*** Opening Exercise data ***
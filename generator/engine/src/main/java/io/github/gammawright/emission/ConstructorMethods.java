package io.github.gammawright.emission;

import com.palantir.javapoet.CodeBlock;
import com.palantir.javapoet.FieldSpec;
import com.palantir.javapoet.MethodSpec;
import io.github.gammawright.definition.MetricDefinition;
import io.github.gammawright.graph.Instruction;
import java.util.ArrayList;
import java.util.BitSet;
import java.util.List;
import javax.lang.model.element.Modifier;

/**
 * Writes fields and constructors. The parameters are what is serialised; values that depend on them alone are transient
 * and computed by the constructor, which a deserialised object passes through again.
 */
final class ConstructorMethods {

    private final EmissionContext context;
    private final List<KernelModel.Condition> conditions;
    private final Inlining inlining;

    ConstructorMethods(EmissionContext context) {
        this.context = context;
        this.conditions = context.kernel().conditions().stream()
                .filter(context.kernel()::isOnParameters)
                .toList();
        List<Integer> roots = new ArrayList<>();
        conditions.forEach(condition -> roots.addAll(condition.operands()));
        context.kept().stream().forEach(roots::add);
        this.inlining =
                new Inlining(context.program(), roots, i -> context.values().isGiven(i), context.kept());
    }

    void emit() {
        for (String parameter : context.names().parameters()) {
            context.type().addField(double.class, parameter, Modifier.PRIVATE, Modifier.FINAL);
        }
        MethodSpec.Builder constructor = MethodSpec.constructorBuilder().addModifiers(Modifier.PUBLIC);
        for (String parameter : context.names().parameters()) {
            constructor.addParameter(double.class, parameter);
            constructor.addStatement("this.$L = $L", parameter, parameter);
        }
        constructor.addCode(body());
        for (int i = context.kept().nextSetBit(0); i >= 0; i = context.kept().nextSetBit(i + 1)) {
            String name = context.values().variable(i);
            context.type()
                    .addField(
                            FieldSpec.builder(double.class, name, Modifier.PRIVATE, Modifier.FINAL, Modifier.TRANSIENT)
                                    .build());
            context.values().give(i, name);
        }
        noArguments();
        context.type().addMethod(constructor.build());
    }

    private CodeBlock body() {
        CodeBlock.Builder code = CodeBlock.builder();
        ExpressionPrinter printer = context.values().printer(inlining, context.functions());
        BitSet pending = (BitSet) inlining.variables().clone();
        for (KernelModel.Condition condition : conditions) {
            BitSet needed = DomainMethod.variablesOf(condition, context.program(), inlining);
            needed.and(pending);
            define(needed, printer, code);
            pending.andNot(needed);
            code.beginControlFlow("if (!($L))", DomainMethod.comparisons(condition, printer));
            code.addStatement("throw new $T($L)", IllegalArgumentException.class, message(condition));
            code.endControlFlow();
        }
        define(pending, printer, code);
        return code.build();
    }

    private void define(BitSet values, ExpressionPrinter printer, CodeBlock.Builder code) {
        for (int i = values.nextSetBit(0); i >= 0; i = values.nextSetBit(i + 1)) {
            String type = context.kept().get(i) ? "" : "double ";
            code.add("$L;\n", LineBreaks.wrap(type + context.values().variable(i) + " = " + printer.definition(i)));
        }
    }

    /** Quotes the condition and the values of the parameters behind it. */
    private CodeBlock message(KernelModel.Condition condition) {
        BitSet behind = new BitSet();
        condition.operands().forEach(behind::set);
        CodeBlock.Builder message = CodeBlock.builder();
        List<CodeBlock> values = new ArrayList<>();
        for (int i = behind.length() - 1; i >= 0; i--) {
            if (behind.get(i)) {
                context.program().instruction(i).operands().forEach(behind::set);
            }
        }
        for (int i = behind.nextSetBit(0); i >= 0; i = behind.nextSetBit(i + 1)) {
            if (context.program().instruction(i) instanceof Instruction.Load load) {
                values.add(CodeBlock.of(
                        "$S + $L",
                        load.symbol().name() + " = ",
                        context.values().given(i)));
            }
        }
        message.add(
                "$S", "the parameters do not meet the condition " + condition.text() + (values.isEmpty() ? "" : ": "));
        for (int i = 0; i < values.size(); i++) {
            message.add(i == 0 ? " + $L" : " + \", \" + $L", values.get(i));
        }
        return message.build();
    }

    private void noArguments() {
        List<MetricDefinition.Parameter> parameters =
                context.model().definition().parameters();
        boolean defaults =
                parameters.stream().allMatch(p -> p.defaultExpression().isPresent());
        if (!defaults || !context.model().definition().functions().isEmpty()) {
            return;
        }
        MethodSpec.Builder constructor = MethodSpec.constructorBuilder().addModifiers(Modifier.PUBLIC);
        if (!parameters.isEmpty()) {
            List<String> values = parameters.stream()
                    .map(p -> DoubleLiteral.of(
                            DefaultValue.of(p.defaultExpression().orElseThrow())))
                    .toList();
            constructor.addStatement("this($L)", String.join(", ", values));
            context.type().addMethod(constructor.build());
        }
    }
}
*** Closing Exercise data ***
*** Opening Exercise data ***
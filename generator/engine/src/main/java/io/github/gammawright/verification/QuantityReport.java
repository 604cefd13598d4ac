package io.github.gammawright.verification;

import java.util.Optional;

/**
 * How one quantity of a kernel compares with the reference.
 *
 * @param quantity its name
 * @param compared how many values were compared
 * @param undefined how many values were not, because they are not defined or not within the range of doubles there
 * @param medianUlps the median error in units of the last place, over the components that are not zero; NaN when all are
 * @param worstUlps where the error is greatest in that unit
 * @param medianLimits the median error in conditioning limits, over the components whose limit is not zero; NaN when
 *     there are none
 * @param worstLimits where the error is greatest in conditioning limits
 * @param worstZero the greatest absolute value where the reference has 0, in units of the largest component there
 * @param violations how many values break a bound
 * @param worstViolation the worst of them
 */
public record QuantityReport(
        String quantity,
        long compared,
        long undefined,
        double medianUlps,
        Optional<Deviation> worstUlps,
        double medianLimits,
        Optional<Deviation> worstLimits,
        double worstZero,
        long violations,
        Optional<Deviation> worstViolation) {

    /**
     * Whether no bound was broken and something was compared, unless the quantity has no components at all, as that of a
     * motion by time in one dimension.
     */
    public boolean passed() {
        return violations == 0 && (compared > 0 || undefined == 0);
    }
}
*** Closing Exercise data ***
Within the data above, the span starting at the line containing "for (int i = behind.length()" and ending at the line containing "for (int i = 0;" is to be retyped exactly, with no other lines.

*Your solution:*
        for (int i = behind.length() - 1; i >= 0; i--) {
            if (behind.get(i)) {
                context.program().instruction(i).operands().forEach(behind::set);
            }
        }
        for (int i = behind.nextSetBit(0); i >= 0; i = behind.nextSetBit(i + 1)) {
            if (context.program().instruction(i) instanceof Instruction.Load load) {
                values.add(CodeBlock.of(
                        "$S + $L",
                        load.symbol().name() + " = ",
                        context.values().given(i)));
            }
        }
        message.add(
                "$S", "the parameters do not meet the condition " + condition.text() + (values.isEmpty() ? "" : ": "));
        for (int i = 0; i < values.size(); i++) {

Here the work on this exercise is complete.